MOTS-CLÉS : chirurgie.. metastase tumeur. tumeur foie
Interventional radiology in the treatment of liver metastases from colorectal cancer (preoperative portal vein embolization — percutaneous radiofrequency ablation)
KEY-WORDS : laser surgery.. liver neoplasms. neoplasms metastasis

T. de Baere

Résumé

L’embolisation sélective des branches portales d’une partie du foie induit une hypertrophie des segments hépatiques dont les branches portes sont laissées perméables. Cette technique permet de proposer des résections hépatiques à des patients dont le volume du futur foie restant (FFR) était initialement insuffisant, et ceci en hypertrophiant préalablement ce FFR. Il s’agit de patients dont le FFR est inférieur à 25 % du volume total, ou inférieur à 40 % en cas d’hépatopathie sous jacente. Le geste rend possible une hypertrophie de 81 fi 47 % du FFR après un délai d’environ 1 mois. Les suites opératoires, et la survie des malades opérés après chirurgie volumétriquement préparée par embolisation portale ne sont pas significativement différentes de celles des malades chez qui fut réalisée une résection hépatique classique. La radiofréquence est une technique récente de destruction physique des tumeurs hépatiques. Une aiguille électrode est mise en place dans la tumeur sous guidage de l’imagerie, après abord percutané ou per-opératoire, afin d’y émettre un courant alternatif de 400 à 500 KHz, à même d’échauffer localement les tissus proches de l’électrode par friction ionique et d’obtenir une thermocoagulation locale. La diffusion rapide de cette technique relativement nouvelle est due à la conjonction d’une efficacité locale qui semble élevée (destruction d’environ 90 % des tumeurs hépatiques primitives ou secondaires de petite taille) et d’une invasivité faible. Bien que la destruction des tumeurs hépatiques par radiofréquence suscite de grands espoirs, l’absence de bénéfice démontré pour cette technique en terme de survie, fait qu’elle doit être aujourd’hui réservée à des patients dont les tumeurs ne sont pas resécables.

Summary

Selective embolization of portal branches of some liver segments will induce hypertrophy of non embolized segments of the liver. This induced hypertrophy allows to perform hepatectomy in patients with initially insufficient volume of future remnant liver (FRL). This technique aims at patient with initial FRL volume below 25 % of total liver volume, and to patient with initial FRL volume below 40 % of total liver volume when a diffuse liver disease is present. The mean hypertrophy obtained 1 month after pre-operative portal vein embolization (POPE) was 82 fi 56 % in our experience. Post operating complications and long term survival for patient operating after POPE is not different from patient operated with a classical hepatectomy. Radiofrequency is able to destroy hepatic tumors after insertion of a needle electrode inside the tumor under imaging guidance. Thermocoagulation of the targeted tissue is obtained after emission of a 400 to 500KHz alternative able to induce frictional heating in the neighboring of the electrode. Spreading of this technique is at least partially explained by a relative high local efficacy (90 % of small tumor targeted can be destroyed) and a low invasiveness. However, today no benefit in survival has been demonstrated for patients treated with radiofrequency ablation of liver tumors. Consequently, this technique should not be proposed to tumors that can be surgically resected.

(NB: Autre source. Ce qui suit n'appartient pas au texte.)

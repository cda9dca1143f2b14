//! The writer: one connection, one extract = one transaction. Rows are staged in a temporary
//! table as they stream in, duplicate keys are resolved (the last row wins), the stage is
//! diffed against the current versions, and only new and changed records write a version.
//! Dropping an `Ingest` without `apply` or `hold` rolls everything back, so a crash or a
//! cancelled ingest leaves nothing half-applied.

use std::path::{Path, PathBuf};

use chrono::{DateTime, Utc};
use rusqlite::{Connection, OptionalExtension, Transaction, TransactionBehavior, params};

use super::lock::{self, WriterLock};
use super::triangle::{TriangleSpec, record_deltas};
use super::{StoreError, open_writer, parse_time, time_text};
use crate::extract::{Problem, Row};
use crate::model::{CaseRecord, ExtractKind, ExtractMeta, Field, RowCounts, SnapshotStatus};

/// The writer connection.
#[derive(Debug)]
pub struct Store {
    pub(super) conn: Connection,
    path: PathBuf,
    /// Held while the store is open for writing; released on drop or process death.
    _lock: WriterLock,
}

/// The latest applied snapshot of a source, for the truncated-feed guard and ordering.
#[derive(Debug, Clone)]
pub struct LastApplied {
    pub snapshot_id: i64,
    pub as_of: DateTime<Utc>,
    pub rows_accepted: u64,
}

/// What applying the staged extract would do.
#[derive(Debug, Clone, Copy, Default, PartialEq, Eq)]
pub struct Plan {
    pub accepted: u64,
    pub new: u64,
    pub changed: u64,
    pub removed: u64,
    /// Current records of the source before this extract.
    pub current_before: u64,
}

/// One extract being written; see the module docs.
#[derive(Debug)]
pub struct Ingest<'s> {
    tx: Transaction<'s>,
    source_id: i64,
    snapshot_id: i64,
    kind: ExtractKind,
    key_column: String,
    rejected: u64,
    field_problems: u64,
}

const VERSION_COLUMNS: &str = "line, case_key, row_hash, jurisdiction, onset_date, specimen_date, result_date, \
     report_date, admit_date, death_date, outcome, age_lo, age_hi, sex, hospitalised, symptoms, \
     conditions, invalid, extra_json";

impl Store {
    /// Opens (creating and migrating if needed) the store at `path` for writing.
    pub fn open(path: &Path) -> Result<Store, StoreError> {
        let lock = lock::acquire(path)?;
        let conn = open_writer(path)?;
        conn.execute_batch(
            "CREATE TEMP TABLE IF NOT EXISTS stage (
                 line INTEGER, case_key TEXT, row_hash INTEGER, raw TEXT, jurisdiction TEXT,
                 onset_date TEXT, specimen_date TEXT, result_date TEXT, report_date TEXT,
                 admit_date TEXT, death_date TEXT, outcome TEXT, age_lo REAL, age_hi REAL,
                 sex TEXT, hospitalised INTEGER, symptoms TEXT, conditions TEXT, invalid TEXT,
                 extra_json TEXT);",
        )?;
        Ok(Store { conn, path: path.to_path_buf(), _lock: lock })
    }

    pub fn path(&self) -> &Path {
        &self.path
    }

    /// The id of a source, registering it (or updating its kind and config hash).
    pub fn source_id(&mut self, name: &str, kind: &str, config_hash: &str) -> Result<i64, StoreError> {
        self.conn.execute(
            "INSERT INTO source (name, kind, config_hash) VALUES (?1, ?2, ?3)
             ON CONFLICT(name) DO UPDATE SET kind = excluded.kind, config_hash = excluded.config_hash",
            (name, kind, config_hash),
        )?;
        Ok(self.conn.query_row("SELECT source_id FROM source WHERE name = ?1", [name], |r| r.get(0))?)
    }

    pub fn last_applied(&self, source_id: i64) -> Result<Option<LastApplied>, StoreError> {
        last_applied(&self.conn, source_id)
    }

    /// A snapshot with the same bytes that is the source's latest applied one, or a held or
    /// rejected one after it: nothing new. The same bytes as an *older*, superseded snapshot
    /// are a real full extract that restores that state, and are applied; a failed one may be
    /// retried after a mapping fix.
    pub fn duplicate_of(&self, source_id: i64, sha256: &str) -> Result<Option<i64>, StoreError> {
        Ok(self
            .conn
            .query_row(
                "SELECT min(snapshot_id) FROM snapshot WHERE source_id = ?1 AND sha256 = ?2
                 AND status IN ('applied', 'held', 'rejected')
                 AND snapshot_id >= coalesce(
                     (SELECT max(snapshot_id) FROM snapshot WHERE source_id = ?1 AND status = 'applied'), 0)",
                (source_id, sha256),
                |row| row.get(0),
            )
            .optional()?
            .flatten())
    }

    /// Records a snapshot that writes no versions (failed or duplicate).
    pub fn record_unapplied(
        &mut self,
        source_id: i64,
        meta: &ExtractMeta,
        status: SnapshotStatus,
        note: &str,
    ) -> Result<i64, StoreError> {
        let tx = self.conn.transaction_with_behavior(TransactionBehavior::Immediate)?;
        let snapshot_id = insert_snapshot(&tx, source_id, meta, status, note)?;
        tx.commit()?;
        Ok(snapshot_id)
    }

    /// Starts writing a new extract: a snapshot row and an empty stage, in one transaction.
    pub fn begin(
        &mut self,
        source_id: i64,
        meta: &ExtractMeta,
        key_column: &str,
    ) -> Result<Ingest<'_>, StoreError> {
        let tx = self.conn.transaction_with_behavior(TransactionBehavior::Immediate)?;
        let snapshot_id = insert_snapshot(&tx, source_id, meta, SnapshotStatus::Failed, "incomplete")?;
        Ingest::start(tx, source_id, snapshot_id, meta.kind, key_column)
    }

    /// Starts re-applying a held snapshot (its bytes are parsed again by the caller). Refused
    /// unless it is held and no later snapshot of its source has been applied: applying it
    /// after newer data would rewrite history.
    pub fn begin_release(&mut self, snapshot_id: i64, key_column: &str) -> Result<Ingest<'_>, StoreError> {
        let tx = self.conn.transaction_with_behavior(TransactionBehavior::Immediate)?;
        let (source_id, kind) = held_snapshot(&tx, snapshot_id)?;
        if let Some(last) = last_applied(&tx, source_id)?.filter(|l| l.snapshot_id > snapshot_id) {
            return Err(StoreError::Refused(format!(
                "snapshot {snapshot_id} is older than applied snapshot {}; newer data has superseded it, so reject it instead",
                last.snapshot_id
            )));
        }
        tx.execute("DELETE FROM reject WHERE snapshot_id = ?1", [snapshot_id])?;
        tx.execute("DELETE FROM field_problem WHERE snapshot_id = ?1", [snapshot_id])?;
        Ingest::start(tx, source_id, snapshot_id, kind, key_column)
    }

    /// Discards a held snapshot: it stays listed with status `rejected`, nothing is applied.
    pub fn reject_held(&mut self, snapshot_id: i64, note: &str) -> Result<(), StoreError> {
        let tx = self.conn.transaction_with_behavior(TransactionBehavior::Immediate)?;
        held_snapshot(&tx, snapshot_id)?;
        tx.execute(
            "UPDATE snapshot SET status = 'rejected', note = coalesce(note || '; ', '') || ?2
             WHERE snapshot_id = ?1",
            (snapshot_id, note),
        )?;
        tx.commit()?;
        Ok(())
    }

    /// The source name and SHA-256 of a snapshot (to find its archived bytes).
    pub fn snapshot_origin(&self, snapshot_id: i64) -> Result<(String, String, DateTime<Utc>), StoreError> {
        let found = self
            .conn
            .query_row(
                "SELECT s.name, n.sha256, n.as_of FROM snapshot n JOIN source s USING (source_id)
                 WHERE n.snapshot_id = ?1",
                [snapshot_id],
                |row| Ok((row.get::<_, String>(0)?, row.get::<_, String>(1)?, row.get::<_, String>(2)?)),
            )
            .optional()?;
        let (name, sha, as_of) =
            found.ok_or_else(|| StoreError::Refused(format!("no snapshot {snapshot_id}")))?;
        Ok((name, sha, parse_time(&as_of).unwrap_or_default()))
    }
}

Apport de la radiologie interventionnelle dans le traitement des métastases hépatiques des cancers colorectaux (Embolisation portale pré-opératoire Radiofréquence percutanée)

Interventional radiology in the treatment of liver métastases from colorectal cancer (pre-operative portal vein embolization percutaneous radiofrequency ablation)

Thierry de BAERE *

EMBOLISATION PORTALE PRÉ-OPÉRATOIRE

Introduction

Moins de 20 % des patients porteurs de tumeurs hépatiques isolées sont opérables.

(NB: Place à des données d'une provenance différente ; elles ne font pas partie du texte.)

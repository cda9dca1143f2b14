//! Data shaping for the dashboard's charts: pure functions from what the store returns to
//! the series a chart draws (days of a curve, nowcast points, histogram bins and a fitted
//! curve, lag percentiles per snapshot, missing shares per field and snapshot). No IO, no
//! SVG, no HTML; every function here has unit tests.

use chrono::NaiveDate;

use crate::analysis::delay::{self, Dist};
use crate::analysis::nowcast::NowcastRow;
use crate::model::SnapshotId;
use crate::store::{CurveRow, FirstSeenLag, SnapshotMissing};

/// Longest stretch of days an epidemic curve shows: the most recent ones.
pub const CURVE_DAYS: usize = 120;

/// Most snapshots in the missingness map and the lag trend: the most recent ones.
pub const SNAPSHOT_COLUMNS: usize = 40;

/// A curve's dated counts (oldest first) and the records without a date.
#[derive(Debug, Clone, PartialEq)]
pub struct DayCounts {
    pub days: Vec<(NaiveDate, i64)>,
    pub undated: i64,
}

/// A nowcast's median and 90% prediction interval on one reference date.
#[derive(Debug, Clone, Copy, PartialEq)]
pub struct NowcastPoint {
    pub date: NaiveDate,
    pub observed: f64,
    pub median: f64,
    pub lower90: f64,
    pub upper90: f64,
    /// The estimate rests mostly on the model (expected completeness under 10%).
    pub low_information: bool,
}

/// Observed whole-day delays in bins 0, 1, ..., `cap - 1` and a last bin for `cap` or more.
#[derive(Debug, Clone, PartialEq)]
pub struct Histogram {
    pub cap: i64,
    /// `counts[d]` for d in 0..cap; `counts[cap]` holds delays of `cap` days or more.
    pub counts: Vec<u64>,
    pub negative: u64,
}

/// Lag percentiles of the records one snapshot brought.
#[derive(Debug, Clone, Copy, PartialEq)]
pub struct LagPoint {
    pub snapshot_id: SnapshotId,
    pub day: NaiveDate,
    pub n: usize,
    pub median: f64,
    pub p90: f64,
}

/// The whole-source curve (no strata) of the last `max_days` dated days.
pub fn day_counts(rows: &[CurveRow], max_days: usize) -> DayCounts {
    let whole = rows.iter().filter(|r| r.stratum.is_none());
    let mut days: Vec<(NaiveDate, i64)> =
        whole.clone().filter_map(|r| r.date.map(|d| (d, r.count))).collect();
    days.sort();
    let skip = days.len().saturating_sub(max_days);
    let undated = whole.filter(|r| r.date.is_none()).map(|r| r.count).sum();
    DayCounts { days: days.split_off(skip), undated }
}

/// The nowcast's points on or after `from`, oldest first.
pub fn nowcast_points(rows: &[NowcastRow], from: NaiveDate) -> Vec<NowcastPoint> {
    let mut points: Vec<NowcastPoint> = rows
        .iter()
        .filter(|r| r.date >= from)
        .map(|r| NowcastPoint {
            date: r.date,
            observed: r.observed,
            median: r.median,
            lower90: r.lower90,
            upper90: r.upper90,
            low_information: crate::analysis::scoring::low_information(r),
        })
        .collect();
    points.sort_by_key(|p| p.date);
    points
}

/// An upper end for a count axis: a tenth above the largest value, at least 1.
pub fn axis_max(values: impl IntoIterator<Item = f64>) -> f64 {
    let max = values.into_iter().filter(|v| v.is_finite()).fold(0.0f64, f64::max);
    (max * 1.1).max(1.0)
}

/// Where a histogram stops: the 99th percentile of the non-negative delays, between 7 and
/// 60 days, so one extreme delay does not squash the chart.
pub fn histogram_cap(delays: &[i64]) -> i64 {
    let mut kept: Vec<i64> = delays.iter().copied().filter(|d| *d >= 0).collect();
    if kept.is_empty() {
        return 7;
    }
    kept.sort_unstable();
    let idx = ((kept.len() - 1) as f64 * 0.99).round() as usize;
    (kept[idx] + 1).clamp(7, 60)
}

/// Bins the delays; negative ones are counted apart.
pub fn histogram(delays: &[i64], cap: i64) -> Histogram {
    let mut counts = vec![0u64; cap as usize + 1];
    let mut negative = 0;
    for &d in delays {
        if d < 0 {
            negative += 1;
        } else {
            counts[d.min(cap) as usize] += 1;
        }
    }
    Histogram { cap, counts, negative }
}

/// The fitted distribution's expected count in each bin of `hist` for as many delays as the
/// histogram holds (the last bin takes the whole upper tail).
pub fn fitted_counts(dist: &Dist, hist: &Histogram) -> Vec<f64> {
    let n: u64 = hist.counts.iter().sum();
    let mut expected: Vec<f64> = (0..hist.cap).map(|d| n as f64 * dist.daily_pmf(d)).collect();
    expected.push(n as f64 * (1.0 - dist.daily_cdf(hist.cap - 1)).max(0.0));
    expected
}

/// Median and 90th percentile of the non-negative lags of each snapshot's new records, for
/// the last `max_points` snapshots that brought any (oldest first).
pub fn lag_trend(lags: &[FirstSeenLag], max_points: usize) -> Vec<LagPoint> {
    let mut groups: std::collections::BTreeMap<(SnapshotId, NaiveDate), Vec<i64>> = Default::default();
    for lag in lags {
        groups.entry((lag.snapshot_id, lag.day)).or_default().push(lag.lag_days);
    }
    let mut points: Vec<LagPoint> = groups
        .into_iter()
        .filter_map(|((snapshot_id, day), values)| {
            let summary = delay::summarize(&values);
            (summary.n > 0).then_some(LagPoint {
                snapshot_id,
                day,
                n: summary.n,
                median: summary.median,
                p90: summary.p90,
            })
        })
        .collect();
    let skip = points.len().saturating_sub(max_points);
    points.split_off(skip)
}

/// The last `max` of `snapshots` (ids, oldest first) up to and including `selected`.
pub fn snapshot_window(snapshots: &[SnapshotId], selected: SnapshotId, max: usize) -> Vec<SnapshotId> {
    let upto: Vec<SnapshotId> = snapshots.iter().copied().filter(|id| *id <= selected).collect();
    let skip = upto.len().saturating_sub(max);
    upto[skip..].to_vec()
}

/// Share of records missing each field, per snapshot: `shares[snapshot][field]`, `None`
/// when the snapshot had no records.
pub fn missing_shares(rows: &[SnapshotMissing]) -> Vec<Vec<Option<f64>>> {
    rows.iter()
        .map(|row| {
            row.missing.iter().map(|&m| (row.records > 0).then(|| m as f64 / row.records as f64)).collect()
        })
        .collect()
}

/// Heat-map colour of a missing share: white (nothing missing) to dark purple (all
/// missing); grey when there was nothing to count.
pub fn heat_color(share: Option<f64>) -> (u8, u8, u8) {
    let Some(share) = share else { return (200, 200, 200) };
    let t = share.clamp(0.0, 1.0);
    let mix = |from: f64, to: f64| (from + (to - from) * t).round() as u8;
    (mix(255.0, 63.0), mix(255.0, 0.0), mix(255.0, 125.0))
}

#[cfg(test)]
mod tests {
    use super::*;
    use crate::analysis::delay::Family;

    fn date(day: u32) -> NaiveDate {
        NaiveDate::from_ymd_opt(2026, 3, day).unwrap()
    }

    fn row(day: Option<u32>, stratum: Option<&str>, count: i64) -> CurveRow {
        CurveRow { date: day.map(date), stratum: stratum.map(str::to_string), count }
    }

    #[test]
    fn day_counts_keep_the_last_days_and_count_undated_records() {
        let rows = [row(Some(1), None, 2), row(Some(2), None, 0), row(Some(3), None, 5), row(None, None, 4)];
        let counts = day_counts(&rows, 2);
        assert_eq!(counts.days, vec![(date(2), 0), (date(3), 5)]);
        assert_eq!(counts.undated, 4);
        // Stratified rows are not the whole-source curve.
        assert_eq!(day_counts(&[row(Some(1), Some("a"), 3)], 10).days, vec![]);
    }

    #[test]
    fn nowcast_points_start_at_the_first_day_shown() {
        let nowcast_row = |day: u32, median: f64| NowcastRow {
            date: date(day),
            horizon: 0,
            observed: 1.0,
            median,
            mean: median,
            lower50: median,
            upper50: median,
            lower90: median - 1.0,
            upper90: median + 2.0,
            lower95: median - 1.0,
            upper95: median + 2.0,
            completeness: 0.5,
        };
        let points =
            nowcast_points(&[nowcast_row(5, 9.0), nowcast_row(2, 4.0), nowcast_row(1, 3.0)], date(2));
        assert_eq!(points.iter().map(|p| p.date).collect::<Vec<_>>(), vec![date(2), date(5)]);
        assert_eq!((points[1].lower90, points[1].median, points[1].upper90), (8.0, 9.0, 11.0));
    }

    #[test]
    fn axis_max_leaves_headroom_and_is_never_zero() {
        assert_eq!(axis_max([0.0, f64::NAN]), 1.0);
        assert!((axis_max([10.0, 4.0]) - 11.0).abs() < 1e-9);
    }

    #[test]
    fn histogram_bins_delays_with_an_overflow_bin_and_counts_negatives_apart() {
        let hist = histogram(&[-2, 0, 0, 1, 3, 9, 30], 4);
        assert_eq!(hist.counts, vec![2, 1, 0, 1, 2]);
        assert_eq!(hist.negative, 1);
        assert_eq!(histogram_cap(&[]), 7);
        assert_eq!(histogram_cap(&[1, 2, 3]), 7);
        let long: Vec<i64> = (0..200).collect();
        assert_eq!(histogram_cap(&long), 60);
        let mid: Vec<i64> = (0..=20).collect();
        assert_eq!(histogram_cap(&mid), 21);
    }

    #[test]
    fn fitted_counts_sum_to_the_histogram_total() {
        // Gamma with shape 2 and rate 0.5 (mean 4 days): expected counts per bin, with the
        // upper tail in the last bin, must add up to the observations.
        let dist = Dist::new(Family::Gamma, [2.0, 0.5]).unwrap();
        let hist = histogram(&[0, 1, 2, 3, 4, 5, 6, 12, 20, 3], 10);
        let expected = fitted_counts(&dist, &hist);
        assert_eq!(expected.len(), hist.counts.len());
        let total: f64 = expected.iter().sum();
        assert!((total - 10.0).abs() < 1e-6, "total {total}");
        // The mode of a gamma(2, 0.5) is at 2 days, so bins 1-3 beat bin 0 and bin 9.
        assert!(expected[2] > expected[0] && expected[2] > expected[9]);
    }

    #[test]
    fn lag_trend_groups_by_snapshot_and_keeps_the_last_ones() {
        let lag = |snapshot_id: i64, day: u32, lag_days: i64| FirstSeenLag {
            snapshot_id: SnapshotId(snapshot_id),
            day: date(day),
            lag_days,
        };
        let lags = [lag(1, 1, 2), lag(1, 1, 4), lag(1, 1, -1), lag(2, 2, 10), lag(3, 3, -5)];
        let trend = lag_trend(&lags, 10);
        // Snapshot 3 brought only a negative lag: no point.
        assert_eq!(trend.len(), 2);
        assert_eq!((trend[0].snapshot_id, trend[0].n, trend[0].median), (SnapshotId(1), 2, 3.0));
        assert!((trend[0].p90 - 3.8).abs() < 1e-9, "type-7 p90 of [2, 4]");
        assert_eq!(lag_trend(&lags, 1).iter().map(|p| p.snapshot_id.0).collect::<Vec<_>>(), vec![2]);
    }

    #[test]
    fn snapshot_window_ends_at_the_selected_snapshot() {
        let window = |ids: &[i64], selected: i64, max: usize| -> Vec<i64> {
            let ids: Vec<SnapshotId> = ids.iter().map(|&id| SnapshotId(id)).collect();
            snapshot_window(&ids, SnapshotId(selected), max).into_iter().map(|id| id.0).collect()
        };
        assert_eq!(window(&[1, 3, 5, 7, 9], 7, 2), vec![5, 7]);
        assert_eq!(window(&[1, 3], 9, 5), vec![1, 3]);
        assert_eq!(window(&[4, 5], 2, 5), Vec::<i64>::new());
    }

    #[test]
    fn missing_shares_and_their_colours() {
        let rows = [
            SnapshotMissing {
                snapshot_id: SnapshotId(1),
                as_of: "a".into(),
                records: 4,
                missing: vec![0, 1, 4],
            },
            SnapshotMissing {
                snapshot_id: SnapshotId(2),
                as_of: "b".into(),
                records: 0,
                missing: vec![0, 0, 0],
            },
        ];
        let shares = missing_shares(&rows);
        assert_eq!(shares[0], vec![Some(0.0), Some(0.25), Some(1.0)]);
        assert_eq!(shares[1], vec![None, None, None]);
        assert_eq!(heat_color(Some(0.0)), (255, 255, 255));
        assert_eq!(heat_color(Some(1.0)), (63, 0, 125));
        assert_eq!(heat_color(None), (200, 200, 200));
    }
}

Une des contre-indications les plus fréquentes à une résection hépatique carcinologiquement satisfaisante est l’impossibilité de laisser en place suffisamment de tissu hépatique pour assurer la fonction hépatique postopératoire. Il est communément admis qu’un volume de foie restant inférieur à 25 % est une contre-indication à la chirurgie d’éxérèse chez l’adulte sain.

En redistribuant le flux veineux portal des segments devant être réséqués vers les segments qui seront laissés en place, l’embolisation portale pré-opératoire (EPPO) a pour but d’hypertrophier un futur foie restant (FFR) initialement insuffisant, et ceci afin de rendre opérables des patients dont la seule contre-indication à une chirurgie de résection hépatique est l’insuffisance volumique du FFR.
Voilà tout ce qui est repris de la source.